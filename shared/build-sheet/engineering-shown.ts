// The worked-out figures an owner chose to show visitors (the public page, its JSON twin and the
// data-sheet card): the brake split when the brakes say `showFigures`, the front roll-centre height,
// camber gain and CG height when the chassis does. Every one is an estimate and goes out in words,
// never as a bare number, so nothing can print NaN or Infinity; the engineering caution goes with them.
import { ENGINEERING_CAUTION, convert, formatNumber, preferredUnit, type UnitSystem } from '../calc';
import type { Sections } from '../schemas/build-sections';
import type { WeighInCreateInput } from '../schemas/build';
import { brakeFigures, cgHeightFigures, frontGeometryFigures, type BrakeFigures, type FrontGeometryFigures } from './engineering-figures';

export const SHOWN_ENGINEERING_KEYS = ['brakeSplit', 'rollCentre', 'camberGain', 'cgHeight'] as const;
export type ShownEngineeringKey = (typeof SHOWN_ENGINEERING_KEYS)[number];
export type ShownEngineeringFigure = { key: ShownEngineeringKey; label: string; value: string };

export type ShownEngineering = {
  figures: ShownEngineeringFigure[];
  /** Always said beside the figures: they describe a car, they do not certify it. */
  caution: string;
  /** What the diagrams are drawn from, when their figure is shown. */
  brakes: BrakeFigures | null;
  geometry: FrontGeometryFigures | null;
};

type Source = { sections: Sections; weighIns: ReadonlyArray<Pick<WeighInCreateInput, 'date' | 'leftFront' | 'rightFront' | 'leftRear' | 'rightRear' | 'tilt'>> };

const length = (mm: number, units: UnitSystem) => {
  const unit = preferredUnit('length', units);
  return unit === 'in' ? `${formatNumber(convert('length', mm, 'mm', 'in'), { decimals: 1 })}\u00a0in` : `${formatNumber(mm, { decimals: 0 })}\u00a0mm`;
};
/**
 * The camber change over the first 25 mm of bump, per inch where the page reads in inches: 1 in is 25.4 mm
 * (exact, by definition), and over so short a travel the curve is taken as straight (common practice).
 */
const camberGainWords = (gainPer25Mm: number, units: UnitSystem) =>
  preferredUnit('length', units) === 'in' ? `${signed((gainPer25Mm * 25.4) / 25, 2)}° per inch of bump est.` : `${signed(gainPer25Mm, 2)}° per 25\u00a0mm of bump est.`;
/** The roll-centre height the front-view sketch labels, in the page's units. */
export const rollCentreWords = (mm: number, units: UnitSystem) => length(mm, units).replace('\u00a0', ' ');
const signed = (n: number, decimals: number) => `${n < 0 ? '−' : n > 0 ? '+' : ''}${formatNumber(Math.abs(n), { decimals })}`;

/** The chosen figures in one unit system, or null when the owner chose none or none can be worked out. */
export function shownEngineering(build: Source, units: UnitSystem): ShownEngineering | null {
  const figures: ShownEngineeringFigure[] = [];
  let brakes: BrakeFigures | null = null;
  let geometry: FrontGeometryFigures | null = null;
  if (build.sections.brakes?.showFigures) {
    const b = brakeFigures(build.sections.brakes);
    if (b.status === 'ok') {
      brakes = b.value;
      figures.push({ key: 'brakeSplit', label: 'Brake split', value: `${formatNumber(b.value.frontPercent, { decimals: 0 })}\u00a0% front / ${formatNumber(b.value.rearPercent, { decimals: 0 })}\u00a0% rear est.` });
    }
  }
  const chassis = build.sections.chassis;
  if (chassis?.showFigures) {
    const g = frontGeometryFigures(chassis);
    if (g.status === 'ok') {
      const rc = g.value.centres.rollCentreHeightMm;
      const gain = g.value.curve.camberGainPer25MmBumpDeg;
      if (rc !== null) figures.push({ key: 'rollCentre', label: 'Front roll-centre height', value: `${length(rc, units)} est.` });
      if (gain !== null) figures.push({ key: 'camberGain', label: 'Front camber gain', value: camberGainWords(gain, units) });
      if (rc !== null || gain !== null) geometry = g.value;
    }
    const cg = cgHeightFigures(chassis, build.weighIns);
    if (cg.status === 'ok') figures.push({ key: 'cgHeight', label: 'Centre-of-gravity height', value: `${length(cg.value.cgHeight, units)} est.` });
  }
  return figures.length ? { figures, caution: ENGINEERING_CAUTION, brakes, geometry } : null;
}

* * *

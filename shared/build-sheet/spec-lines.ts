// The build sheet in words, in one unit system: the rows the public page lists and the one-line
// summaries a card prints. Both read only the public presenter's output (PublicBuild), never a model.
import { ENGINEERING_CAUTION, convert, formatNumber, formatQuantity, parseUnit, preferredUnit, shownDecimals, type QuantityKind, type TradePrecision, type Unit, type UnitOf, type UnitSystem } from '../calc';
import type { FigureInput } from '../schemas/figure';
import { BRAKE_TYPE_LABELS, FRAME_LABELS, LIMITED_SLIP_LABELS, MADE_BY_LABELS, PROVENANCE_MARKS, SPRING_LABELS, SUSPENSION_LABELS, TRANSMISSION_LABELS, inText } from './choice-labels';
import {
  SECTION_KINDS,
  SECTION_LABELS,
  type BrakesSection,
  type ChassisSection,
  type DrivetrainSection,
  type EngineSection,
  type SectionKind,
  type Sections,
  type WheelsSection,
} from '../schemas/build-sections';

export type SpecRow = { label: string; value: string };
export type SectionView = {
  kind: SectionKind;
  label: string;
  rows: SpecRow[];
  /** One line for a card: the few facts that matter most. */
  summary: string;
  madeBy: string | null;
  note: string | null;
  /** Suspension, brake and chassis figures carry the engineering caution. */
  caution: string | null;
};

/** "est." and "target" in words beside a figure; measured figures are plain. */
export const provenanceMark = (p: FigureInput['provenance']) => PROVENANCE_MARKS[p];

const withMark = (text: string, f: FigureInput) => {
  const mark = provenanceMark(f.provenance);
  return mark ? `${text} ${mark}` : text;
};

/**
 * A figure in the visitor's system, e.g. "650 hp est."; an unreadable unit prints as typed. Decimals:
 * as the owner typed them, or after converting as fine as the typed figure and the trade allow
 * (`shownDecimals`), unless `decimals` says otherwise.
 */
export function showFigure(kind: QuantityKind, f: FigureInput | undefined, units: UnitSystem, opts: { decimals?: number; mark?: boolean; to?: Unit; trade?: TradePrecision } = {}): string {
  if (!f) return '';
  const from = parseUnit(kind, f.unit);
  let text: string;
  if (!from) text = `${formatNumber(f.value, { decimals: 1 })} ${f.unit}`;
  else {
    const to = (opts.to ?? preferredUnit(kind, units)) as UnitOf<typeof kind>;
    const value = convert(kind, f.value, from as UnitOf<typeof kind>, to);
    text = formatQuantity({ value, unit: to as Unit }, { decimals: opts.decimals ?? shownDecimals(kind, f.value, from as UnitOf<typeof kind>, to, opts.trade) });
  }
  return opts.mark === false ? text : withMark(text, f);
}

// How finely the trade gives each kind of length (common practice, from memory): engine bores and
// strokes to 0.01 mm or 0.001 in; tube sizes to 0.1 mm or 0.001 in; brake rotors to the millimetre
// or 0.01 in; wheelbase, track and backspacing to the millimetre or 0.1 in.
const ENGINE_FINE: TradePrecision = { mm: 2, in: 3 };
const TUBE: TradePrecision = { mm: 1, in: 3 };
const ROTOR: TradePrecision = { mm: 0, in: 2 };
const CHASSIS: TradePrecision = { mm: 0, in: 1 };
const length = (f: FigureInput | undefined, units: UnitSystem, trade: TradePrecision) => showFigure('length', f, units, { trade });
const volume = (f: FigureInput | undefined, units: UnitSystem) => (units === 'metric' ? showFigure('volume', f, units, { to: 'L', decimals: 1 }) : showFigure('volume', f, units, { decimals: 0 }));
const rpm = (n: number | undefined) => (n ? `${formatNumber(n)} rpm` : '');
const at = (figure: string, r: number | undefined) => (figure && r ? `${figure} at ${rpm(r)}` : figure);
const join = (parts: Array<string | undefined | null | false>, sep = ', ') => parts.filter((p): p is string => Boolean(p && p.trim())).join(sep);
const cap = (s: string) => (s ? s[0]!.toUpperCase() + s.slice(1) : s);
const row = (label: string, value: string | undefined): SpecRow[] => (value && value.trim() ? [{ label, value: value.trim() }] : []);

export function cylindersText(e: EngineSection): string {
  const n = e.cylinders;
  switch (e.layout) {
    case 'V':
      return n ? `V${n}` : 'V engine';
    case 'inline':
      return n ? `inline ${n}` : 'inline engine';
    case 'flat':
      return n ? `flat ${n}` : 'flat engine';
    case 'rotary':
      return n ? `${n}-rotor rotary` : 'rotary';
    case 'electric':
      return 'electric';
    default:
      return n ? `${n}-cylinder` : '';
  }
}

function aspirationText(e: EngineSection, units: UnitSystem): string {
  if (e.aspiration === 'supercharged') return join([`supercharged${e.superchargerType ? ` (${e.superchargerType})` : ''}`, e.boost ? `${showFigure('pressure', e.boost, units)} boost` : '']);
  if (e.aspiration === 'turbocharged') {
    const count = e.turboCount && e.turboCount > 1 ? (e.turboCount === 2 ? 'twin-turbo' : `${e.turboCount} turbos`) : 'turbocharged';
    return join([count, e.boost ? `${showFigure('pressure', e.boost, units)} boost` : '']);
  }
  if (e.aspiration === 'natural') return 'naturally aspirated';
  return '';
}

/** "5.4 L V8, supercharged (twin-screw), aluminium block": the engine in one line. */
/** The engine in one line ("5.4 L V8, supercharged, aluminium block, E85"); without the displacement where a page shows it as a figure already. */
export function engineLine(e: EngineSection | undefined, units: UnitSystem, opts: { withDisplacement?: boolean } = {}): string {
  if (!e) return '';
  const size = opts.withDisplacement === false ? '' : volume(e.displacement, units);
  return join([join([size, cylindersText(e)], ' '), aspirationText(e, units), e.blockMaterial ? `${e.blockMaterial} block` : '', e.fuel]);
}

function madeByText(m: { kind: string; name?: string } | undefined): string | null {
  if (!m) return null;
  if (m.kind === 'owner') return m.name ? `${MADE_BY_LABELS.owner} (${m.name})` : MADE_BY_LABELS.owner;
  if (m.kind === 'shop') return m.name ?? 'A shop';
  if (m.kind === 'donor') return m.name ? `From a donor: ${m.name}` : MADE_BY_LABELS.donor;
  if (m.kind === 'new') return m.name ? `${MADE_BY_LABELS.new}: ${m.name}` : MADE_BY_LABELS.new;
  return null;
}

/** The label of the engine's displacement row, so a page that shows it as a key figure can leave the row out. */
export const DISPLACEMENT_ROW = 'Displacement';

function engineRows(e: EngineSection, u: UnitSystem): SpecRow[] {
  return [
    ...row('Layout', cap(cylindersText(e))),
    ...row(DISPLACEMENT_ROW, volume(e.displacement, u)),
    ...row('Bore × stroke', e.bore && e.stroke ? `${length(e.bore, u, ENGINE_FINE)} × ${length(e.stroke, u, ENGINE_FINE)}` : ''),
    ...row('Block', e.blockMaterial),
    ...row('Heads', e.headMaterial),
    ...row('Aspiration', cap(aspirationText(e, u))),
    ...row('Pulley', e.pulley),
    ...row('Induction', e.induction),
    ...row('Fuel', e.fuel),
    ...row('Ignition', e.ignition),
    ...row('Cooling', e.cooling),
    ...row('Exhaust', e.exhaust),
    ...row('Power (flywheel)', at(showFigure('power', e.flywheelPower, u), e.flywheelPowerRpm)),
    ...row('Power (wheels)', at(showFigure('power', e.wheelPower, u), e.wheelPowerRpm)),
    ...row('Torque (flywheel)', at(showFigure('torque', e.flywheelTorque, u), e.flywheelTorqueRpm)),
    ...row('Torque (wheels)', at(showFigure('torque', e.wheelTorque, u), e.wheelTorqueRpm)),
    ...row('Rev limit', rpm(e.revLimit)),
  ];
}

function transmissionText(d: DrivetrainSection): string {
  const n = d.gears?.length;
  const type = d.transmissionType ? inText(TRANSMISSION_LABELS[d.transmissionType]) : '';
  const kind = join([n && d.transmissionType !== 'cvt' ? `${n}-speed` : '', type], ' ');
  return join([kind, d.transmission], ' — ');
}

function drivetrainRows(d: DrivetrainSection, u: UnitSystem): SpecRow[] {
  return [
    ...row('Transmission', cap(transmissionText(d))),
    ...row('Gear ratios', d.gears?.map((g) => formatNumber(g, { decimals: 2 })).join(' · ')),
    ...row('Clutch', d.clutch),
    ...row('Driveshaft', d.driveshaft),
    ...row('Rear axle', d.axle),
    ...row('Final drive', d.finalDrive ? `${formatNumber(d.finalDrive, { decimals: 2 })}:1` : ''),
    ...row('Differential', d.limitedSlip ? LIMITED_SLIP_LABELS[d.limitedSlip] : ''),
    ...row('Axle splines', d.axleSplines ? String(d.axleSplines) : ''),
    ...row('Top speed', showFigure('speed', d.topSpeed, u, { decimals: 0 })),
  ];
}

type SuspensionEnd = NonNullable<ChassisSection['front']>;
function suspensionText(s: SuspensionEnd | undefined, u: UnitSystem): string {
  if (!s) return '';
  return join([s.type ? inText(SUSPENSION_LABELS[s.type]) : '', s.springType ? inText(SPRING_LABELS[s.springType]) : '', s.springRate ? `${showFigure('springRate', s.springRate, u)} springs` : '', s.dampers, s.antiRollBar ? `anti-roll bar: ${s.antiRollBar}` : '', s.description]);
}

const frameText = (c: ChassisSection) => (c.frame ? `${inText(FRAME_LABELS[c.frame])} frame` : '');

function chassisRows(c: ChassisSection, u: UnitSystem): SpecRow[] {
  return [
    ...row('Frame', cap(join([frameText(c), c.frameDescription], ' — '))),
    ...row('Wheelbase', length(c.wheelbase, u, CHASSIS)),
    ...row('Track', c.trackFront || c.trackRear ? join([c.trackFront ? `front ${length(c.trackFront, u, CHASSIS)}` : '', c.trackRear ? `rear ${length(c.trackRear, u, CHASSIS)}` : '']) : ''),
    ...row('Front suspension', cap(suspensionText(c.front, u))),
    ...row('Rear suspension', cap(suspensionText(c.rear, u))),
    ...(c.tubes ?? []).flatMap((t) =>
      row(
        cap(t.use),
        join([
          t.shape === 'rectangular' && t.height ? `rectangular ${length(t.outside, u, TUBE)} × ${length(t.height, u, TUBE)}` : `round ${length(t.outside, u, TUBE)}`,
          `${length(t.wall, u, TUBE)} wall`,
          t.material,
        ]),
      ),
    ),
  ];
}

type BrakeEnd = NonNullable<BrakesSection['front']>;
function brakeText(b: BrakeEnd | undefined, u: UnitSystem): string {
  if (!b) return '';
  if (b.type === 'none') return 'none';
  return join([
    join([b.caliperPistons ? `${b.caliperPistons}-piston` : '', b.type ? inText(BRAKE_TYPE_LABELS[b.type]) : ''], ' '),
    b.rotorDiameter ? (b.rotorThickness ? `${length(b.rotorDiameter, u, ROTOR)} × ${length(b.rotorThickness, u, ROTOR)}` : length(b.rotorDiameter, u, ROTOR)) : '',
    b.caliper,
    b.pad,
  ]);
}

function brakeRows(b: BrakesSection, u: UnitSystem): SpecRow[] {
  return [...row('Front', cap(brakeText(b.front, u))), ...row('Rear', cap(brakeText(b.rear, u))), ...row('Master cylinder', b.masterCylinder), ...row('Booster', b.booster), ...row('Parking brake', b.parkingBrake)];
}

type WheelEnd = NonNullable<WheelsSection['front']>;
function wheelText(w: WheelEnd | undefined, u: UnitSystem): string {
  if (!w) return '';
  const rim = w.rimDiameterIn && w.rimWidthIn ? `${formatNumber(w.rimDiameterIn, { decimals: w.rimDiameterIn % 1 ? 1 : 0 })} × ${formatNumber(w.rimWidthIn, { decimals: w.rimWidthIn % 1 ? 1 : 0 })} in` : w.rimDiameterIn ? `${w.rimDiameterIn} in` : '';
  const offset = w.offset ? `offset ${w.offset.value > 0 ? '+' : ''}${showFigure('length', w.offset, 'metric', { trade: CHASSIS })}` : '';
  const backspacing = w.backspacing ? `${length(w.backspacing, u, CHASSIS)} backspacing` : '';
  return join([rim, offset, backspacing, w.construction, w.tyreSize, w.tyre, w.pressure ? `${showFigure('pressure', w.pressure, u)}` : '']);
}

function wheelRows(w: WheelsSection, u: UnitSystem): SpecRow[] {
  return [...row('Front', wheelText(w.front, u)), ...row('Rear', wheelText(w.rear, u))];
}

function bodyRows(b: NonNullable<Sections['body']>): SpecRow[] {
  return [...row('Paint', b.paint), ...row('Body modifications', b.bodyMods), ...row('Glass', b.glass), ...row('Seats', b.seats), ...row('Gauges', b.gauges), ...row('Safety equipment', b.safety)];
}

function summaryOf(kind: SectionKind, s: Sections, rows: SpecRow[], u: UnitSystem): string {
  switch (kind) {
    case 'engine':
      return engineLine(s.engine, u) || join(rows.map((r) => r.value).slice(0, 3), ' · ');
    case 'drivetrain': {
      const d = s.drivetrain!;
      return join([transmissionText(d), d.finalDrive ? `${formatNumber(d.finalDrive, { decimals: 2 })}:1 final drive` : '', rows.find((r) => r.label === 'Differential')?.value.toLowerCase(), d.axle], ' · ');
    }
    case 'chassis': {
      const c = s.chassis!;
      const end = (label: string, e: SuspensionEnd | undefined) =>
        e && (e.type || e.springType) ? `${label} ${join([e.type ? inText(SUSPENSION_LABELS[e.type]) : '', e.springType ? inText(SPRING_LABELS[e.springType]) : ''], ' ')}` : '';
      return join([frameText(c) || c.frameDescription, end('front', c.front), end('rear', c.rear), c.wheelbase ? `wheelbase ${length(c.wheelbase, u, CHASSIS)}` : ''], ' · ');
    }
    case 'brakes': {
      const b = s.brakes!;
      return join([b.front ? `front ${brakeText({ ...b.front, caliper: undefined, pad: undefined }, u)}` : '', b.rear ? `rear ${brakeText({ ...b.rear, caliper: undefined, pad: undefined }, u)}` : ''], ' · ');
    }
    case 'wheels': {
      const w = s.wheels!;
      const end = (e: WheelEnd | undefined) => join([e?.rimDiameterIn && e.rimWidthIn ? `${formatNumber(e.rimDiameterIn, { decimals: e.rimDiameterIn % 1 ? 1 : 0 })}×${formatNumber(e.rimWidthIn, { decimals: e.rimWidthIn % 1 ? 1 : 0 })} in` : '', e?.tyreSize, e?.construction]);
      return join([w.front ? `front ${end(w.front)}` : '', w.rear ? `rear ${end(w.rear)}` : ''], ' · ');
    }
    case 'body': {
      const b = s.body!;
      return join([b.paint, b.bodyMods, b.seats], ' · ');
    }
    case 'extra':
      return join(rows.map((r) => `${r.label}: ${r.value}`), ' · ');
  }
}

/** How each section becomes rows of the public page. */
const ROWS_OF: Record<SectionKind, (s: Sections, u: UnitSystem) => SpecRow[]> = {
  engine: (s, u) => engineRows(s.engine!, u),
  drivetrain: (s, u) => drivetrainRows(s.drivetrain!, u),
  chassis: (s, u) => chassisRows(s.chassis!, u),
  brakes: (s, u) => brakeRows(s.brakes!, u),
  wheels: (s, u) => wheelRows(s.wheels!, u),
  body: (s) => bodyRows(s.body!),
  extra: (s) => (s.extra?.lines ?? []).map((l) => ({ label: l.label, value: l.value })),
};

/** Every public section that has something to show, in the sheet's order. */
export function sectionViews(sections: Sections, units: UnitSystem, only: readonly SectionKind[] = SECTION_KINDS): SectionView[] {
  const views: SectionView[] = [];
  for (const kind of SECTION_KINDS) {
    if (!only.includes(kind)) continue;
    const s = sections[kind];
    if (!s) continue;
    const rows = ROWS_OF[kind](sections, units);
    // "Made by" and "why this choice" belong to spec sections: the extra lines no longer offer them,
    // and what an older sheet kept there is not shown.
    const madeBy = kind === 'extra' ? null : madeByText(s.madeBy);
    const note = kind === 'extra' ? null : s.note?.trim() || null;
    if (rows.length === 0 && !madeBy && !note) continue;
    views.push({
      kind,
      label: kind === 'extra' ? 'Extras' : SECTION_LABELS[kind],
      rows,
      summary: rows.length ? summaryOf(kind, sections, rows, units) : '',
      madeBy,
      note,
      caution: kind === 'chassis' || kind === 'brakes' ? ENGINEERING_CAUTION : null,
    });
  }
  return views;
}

--

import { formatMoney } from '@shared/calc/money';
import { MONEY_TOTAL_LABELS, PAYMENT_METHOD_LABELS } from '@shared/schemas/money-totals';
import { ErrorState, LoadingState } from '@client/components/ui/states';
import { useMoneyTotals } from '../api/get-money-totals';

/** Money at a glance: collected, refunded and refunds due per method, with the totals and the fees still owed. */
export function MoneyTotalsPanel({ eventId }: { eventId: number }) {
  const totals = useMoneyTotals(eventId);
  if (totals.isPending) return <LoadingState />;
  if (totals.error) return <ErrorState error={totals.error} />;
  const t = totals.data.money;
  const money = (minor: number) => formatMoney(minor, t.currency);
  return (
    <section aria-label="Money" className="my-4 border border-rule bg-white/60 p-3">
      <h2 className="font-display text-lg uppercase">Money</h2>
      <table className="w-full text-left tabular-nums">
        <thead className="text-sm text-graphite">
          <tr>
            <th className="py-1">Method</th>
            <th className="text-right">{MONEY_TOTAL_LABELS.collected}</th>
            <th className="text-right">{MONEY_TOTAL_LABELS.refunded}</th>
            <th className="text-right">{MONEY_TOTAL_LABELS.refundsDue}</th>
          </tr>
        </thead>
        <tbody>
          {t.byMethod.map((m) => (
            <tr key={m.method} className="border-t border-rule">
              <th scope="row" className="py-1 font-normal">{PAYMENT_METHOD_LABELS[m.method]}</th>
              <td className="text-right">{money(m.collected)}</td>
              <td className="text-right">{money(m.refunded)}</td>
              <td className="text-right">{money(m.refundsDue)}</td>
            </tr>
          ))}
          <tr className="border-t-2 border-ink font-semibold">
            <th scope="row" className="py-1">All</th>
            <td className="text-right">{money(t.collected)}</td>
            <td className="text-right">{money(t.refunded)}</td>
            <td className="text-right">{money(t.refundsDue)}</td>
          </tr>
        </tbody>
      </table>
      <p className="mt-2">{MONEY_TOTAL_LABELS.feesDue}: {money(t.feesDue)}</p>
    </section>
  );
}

* DESCRIPTION OF THE TASK
Scan the listing above for the word "border" and copy every line that holds it.

* ANSWER SECTION
    <section aria-label="Money" className="my-4 border border-rule bg-white/60 p-3">
            <tr key={m.method} className="border-t border-rule">
          <tr className="border-t-2 border-ink font-semibold">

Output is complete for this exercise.